> **The task**: How do the records below read from their first line through the line containing "from estimators.base import PRIORITIES"? Write those lines out exactly.

> **Data supplied**:
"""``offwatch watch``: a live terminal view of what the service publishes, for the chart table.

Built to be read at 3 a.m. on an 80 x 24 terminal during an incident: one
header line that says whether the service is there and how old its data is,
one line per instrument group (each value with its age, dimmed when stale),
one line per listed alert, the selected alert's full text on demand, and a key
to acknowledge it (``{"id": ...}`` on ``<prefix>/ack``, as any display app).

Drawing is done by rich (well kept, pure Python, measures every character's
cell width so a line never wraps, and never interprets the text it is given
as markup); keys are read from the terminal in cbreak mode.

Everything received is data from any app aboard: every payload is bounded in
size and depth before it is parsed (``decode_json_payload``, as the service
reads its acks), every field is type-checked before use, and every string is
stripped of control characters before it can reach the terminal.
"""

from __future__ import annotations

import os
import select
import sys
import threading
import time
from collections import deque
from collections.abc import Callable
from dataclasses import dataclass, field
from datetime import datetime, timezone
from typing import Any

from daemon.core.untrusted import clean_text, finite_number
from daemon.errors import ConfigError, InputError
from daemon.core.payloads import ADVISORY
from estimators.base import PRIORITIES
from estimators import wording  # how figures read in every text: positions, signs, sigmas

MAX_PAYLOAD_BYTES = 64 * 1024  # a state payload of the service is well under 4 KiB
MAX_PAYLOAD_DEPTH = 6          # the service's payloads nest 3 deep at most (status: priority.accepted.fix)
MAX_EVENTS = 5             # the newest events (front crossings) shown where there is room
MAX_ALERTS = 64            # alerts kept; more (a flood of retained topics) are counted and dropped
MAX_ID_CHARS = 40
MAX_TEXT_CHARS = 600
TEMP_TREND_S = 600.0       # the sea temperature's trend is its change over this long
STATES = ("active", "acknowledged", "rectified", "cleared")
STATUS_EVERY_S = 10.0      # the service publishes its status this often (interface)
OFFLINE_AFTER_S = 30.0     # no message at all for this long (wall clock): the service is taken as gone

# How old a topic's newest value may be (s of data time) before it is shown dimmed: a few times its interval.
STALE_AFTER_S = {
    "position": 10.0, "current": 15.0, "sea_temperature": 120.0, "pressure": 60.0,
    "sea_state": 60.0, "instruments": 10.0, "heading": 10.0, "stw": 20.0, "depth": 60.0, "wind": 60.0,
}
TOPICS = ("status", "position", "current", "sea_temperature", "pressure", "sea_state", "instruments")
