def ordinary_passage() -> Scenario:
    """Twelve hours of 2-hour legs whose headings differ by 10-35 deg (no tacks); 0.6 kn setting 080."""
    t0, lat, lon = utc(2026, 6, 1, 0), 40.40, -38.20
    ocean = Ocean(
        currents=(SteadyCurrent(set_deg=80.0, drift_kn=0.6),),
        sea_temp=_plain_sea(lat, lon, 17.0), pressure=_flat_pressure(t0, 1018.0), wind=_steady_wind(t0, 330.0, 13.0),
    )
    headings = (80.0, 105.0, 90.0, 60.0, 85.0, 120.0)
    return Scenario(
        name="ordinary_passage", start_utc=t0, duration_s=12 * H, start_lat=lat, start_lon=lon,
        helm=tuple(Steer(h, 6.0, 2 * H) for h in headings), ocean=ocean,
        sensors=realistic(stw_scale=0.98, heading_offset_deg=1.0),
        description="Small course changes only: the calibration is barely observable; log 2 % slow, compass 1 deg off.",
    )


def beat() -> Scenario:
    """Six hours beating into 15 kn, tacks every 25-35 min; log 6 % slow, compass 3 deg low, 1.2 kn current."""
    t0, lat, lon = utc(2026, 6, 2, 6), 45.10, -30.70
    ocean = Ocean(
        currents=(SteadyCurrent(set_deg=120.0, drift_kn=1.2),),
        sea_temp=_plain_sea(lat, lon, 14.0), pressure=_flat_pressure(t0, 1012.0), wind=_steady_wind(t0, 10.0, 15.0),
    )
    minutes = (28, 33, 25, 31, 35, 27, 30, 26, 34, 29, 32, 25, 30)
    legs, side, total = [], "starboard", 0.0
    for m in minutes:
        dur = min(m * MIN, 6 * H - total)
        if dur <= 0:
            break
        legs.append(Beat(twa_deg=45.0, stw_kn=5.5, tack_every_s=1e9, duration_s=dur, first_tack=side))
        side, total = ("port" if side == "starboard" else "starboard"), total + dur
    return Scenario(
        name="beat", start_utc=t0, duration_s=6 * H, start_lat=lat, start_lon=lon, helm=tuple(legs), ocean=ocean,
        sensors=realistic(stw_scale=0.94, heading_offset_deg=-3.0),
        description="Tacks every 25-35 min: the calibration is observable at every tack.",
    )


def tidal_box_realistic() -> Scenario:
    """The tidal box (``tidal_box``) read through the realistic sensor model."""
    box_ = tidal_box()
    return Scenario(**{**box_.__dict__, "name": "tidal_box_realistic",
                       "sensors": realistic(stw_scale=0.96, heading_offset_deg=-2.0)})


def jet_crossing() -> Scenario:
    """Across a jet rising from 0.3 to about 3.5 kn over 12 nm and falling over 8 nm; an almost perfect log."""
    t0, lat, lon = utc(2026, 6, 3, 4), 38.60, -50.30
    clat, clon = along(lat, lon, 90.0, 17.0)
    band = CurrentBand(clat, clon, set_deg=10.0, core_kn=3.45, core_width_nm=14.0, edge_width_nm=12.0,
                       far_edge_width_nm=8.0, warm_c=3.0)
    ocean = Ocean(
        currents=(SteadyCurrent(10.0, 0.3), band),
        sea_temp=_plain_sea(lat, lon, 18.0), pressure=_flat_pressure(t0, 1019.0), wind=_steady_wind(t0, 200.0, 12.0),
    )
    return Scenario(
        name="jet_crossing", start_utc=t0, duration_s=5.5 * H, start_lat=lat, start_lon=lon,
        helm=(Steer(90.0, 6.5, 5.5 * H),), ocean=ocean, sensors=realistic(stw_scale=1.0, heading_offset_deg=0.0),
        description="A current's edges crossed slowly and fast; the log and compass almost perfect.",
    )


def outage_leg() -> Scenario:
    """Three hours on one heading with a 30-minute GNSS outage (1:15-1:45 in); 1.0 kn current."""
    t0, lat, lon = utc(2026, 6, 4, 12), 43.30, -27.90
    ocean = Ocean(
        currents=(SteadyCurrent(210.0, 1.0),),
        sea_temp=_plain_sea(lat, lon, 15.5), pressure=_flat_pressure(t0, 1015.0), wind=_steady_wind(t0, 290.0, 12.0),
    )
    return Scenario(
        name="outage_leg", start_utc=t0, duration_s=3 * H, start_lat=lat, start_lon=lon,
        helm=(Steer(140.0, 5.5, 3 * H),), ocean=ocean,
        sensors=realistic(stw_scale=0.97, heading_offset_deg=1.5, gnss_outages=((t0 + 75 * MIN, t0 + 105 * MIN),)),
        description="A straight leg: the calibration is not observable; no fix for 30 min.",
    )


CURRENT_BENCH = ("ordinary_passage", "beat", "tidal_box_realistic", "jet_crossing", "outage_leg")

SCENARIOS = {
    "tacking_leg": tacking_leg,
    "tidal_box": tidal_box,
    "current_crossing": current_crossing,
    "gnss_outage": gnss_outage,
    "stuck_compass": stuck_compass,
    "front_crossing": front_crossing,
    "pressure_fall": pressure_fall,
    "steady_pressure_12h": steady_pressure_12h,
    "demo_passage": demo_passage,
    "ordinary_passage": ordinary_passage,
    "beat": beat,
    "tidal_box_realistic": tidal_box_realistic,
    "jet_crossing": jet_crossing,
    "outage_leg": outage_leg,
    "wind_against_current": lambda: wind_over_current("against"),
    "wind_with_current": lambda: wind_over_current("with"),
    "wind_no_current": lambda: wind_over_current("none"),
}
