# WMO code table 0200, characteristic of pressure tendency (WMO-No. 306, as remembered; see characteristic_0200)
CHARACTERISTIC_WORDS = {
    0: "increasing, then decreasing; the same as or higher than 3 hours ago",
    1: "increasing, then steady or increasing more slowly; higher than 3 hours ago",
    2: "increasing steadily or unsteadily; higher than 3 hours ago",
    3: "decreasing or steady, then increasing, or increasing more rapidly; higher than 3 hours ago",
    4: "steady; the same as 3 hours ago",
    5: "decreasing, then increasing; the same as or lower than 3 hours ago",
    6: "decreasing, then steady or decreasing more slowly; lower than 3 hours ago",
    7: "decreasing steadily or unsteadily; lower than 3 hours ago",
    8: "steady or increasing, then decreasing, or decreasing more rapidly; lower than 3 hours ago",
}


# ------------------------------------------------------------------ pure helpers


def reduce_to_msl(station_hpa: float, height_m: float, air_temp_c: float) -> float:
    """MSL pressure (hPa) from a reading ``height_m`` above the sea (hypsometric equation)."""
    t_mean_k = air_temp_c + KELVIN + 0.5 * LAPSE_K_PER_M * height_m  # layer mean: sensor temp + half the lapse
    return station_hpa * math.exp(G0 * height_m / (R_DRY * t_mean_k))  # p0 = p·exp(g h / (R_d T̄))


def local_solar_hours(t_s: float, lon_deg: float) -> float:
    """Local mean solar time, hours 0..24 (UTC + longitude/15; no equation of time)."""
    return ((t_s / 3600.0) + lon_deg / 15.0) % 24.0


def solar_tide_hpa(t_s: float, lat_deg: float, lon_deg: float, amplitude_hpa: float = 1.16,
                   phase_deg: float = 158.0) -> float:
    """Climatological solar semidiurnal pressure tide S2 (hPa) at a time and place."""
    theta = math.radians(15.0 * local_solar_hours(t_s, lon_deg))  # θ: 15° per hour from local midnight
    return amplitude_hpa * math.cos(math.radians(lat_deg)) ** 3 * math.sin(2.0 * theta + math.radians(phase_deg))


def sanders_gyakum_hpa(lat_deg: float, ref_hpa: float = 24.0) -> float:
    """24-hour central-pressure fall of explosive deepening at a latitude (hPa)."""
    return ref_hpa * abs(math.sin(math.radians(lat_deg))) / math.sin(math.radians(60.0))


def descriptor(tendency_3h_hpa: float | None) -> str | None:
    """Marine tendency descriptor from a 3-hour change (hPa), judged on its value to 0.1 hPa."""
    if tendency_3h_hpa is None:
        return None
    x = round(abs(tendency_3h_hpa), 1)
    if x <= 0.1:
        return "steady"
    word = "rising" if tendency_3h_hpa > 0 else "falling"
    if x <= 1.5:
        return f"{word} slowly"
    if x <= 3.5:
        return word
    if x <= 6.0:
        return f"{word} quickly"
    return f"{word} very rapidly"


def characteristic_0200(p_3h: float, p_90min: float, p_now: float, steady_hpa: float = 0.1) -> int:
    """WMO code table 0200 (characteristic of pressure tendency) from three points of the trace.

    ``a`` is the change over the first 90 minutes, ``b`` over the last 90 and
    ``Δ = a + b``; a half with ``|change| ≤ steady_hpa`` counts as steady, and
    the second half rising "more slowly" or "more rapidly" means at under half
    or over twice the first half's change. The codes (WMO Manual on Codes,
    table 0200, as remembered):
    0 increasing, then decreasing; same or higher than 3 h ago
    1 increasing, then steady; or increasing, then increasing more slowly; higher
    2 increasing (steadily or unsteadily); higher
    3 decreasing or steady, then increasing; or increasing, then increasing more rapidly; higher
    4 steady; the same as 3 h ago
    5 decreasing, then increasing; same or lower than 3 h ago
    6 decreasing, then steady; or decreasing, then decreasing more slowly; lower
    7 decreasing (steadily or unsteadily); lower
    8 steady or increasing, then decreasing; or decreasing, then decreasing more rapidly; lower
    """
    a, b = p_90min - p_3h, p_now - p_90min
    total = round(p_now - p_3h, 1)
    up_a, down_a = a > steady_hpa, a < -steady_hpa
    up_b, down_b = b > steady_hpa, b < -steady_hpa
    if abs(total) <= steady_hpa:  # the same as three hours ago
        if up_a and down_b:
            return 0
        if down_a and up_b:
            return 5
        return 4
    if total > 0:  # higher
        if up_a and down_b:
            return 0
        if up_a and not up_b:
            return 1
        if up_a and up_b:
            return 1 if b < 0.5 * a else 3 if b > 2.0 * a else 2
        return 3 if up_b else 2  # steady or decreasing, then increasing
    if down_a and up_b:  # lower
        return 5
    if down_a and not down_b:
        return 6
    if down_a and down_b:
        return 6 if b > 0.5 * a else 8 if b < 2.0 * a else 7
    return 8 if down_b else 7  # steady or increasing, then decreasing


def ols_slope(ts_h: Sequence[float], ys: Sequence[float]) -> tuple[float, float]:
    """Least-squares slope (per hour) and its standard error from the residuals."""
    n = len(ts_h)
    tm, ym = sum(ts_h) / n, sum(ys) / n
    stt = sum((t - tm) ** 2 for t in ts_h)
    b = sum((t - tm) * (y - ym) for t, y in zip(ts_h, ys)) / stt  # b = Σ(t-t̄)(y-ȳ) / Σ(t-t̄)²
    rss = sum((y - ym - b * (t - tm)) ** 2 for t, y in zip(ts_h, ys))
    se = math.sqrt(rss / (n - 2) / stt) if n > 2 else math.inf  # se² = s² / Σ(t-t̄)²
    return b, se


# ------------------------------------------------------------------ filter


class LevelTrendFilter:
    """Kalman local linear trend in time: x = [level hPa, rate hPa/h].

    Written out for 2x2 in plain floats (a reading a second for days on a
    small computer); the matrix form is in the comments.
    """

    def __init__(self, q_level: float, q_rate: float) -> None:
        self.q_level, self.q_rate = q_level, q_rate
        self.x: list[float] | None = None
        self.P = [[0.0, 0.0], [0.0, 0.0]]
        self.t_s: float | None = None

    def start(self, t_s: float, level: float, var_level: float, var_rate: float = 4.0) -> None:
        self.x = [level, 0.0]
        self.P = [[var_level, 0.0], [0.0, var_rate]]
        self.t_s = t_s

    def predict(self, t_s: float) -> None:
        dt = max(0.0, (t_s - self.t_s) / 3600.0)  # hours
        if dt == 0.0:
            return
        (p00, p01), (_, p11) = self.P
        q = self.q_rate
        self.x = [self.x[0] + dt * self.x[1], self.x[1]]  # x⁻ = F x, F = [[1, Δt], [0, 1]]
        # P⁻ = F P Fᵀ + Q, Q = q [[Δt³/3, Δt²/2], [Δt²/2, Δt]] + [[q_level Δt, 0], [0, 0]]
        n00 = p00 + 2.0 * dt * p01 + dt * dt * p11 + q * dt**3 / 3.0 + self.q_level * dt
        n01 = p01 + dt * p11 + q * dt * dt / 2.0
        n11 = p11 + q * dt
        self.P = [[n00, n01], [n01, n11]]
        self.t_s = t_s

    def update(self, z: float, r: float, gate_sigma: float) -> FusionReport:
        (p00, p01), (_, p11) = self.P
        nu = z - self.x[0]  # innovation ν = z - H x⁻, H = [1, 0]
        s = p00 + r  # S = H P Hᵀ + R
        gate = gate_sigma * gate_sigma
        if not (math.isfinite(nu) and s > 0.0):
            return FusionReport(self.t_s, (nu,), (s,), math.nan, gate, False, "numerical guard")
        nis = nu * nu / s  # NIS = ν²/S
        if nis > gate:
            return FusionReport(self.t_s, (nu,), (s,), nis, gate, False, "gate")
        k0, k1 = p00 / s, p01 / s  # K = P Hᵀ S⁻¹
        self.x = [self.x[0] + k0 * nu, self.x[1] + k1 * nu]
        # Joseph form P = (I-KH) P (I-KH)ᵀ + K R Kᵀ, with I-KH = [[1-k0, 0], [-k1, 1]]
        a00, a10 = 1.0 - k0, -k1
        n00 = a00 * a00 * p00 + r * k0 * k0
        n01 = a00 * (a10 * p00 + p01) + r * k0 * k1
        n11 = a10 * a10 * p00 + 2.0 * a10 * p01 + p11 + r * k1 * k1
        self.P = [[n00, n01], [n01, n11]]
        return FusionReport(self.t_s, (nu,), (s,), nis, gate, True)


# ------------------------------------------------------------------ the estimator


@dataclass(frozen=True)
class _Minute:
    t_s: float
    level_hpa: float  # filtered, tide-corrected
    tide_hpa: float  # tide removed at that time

> **Exercise response**:
"""``offwatch watch``: a live terminal view of what the service publishes, for the chart table.

Built to be read at 3 a.m. on an 80 x 24 terminal during an incident: one
header line that says whether the service is there and how old its data is,
one line per instrument group (each value with its age, dimmed when stale),
one line per listed alert, the selected alert's full text on demand, and a key
to acknowledge it (``{"id": ...}`` on ``<prefix>/ack``, as any display app).

Drawing is done by rich (well kept, pure Python, measures every character's
cell width so a line never wraps, and never interprets the text it is given
as markup); keys are read from the terminal in cbreak mode.

Everything received is data from any app aboard: every payload is bounded in
size and depth before it is parsed (``decode_json_payload``, as the service
reads its acks), every field is type-checked before use, and every string is
stripped of control characters before it can reach the terminal.
"""

from __future__ import annotations

import os
import select
import sys
import threading
import time
from collections import deque
from collections.abc import Callable
from dataclasses import dataclass, field
from datetime import datetime, timezone
from typing import Any

from daemon.core.untrusted import clean_text, finite_number
from daemon.errors import ConfigError, InputError
from daemon.core.payloads import ADVISORY
from estimators.base import PRIORITIES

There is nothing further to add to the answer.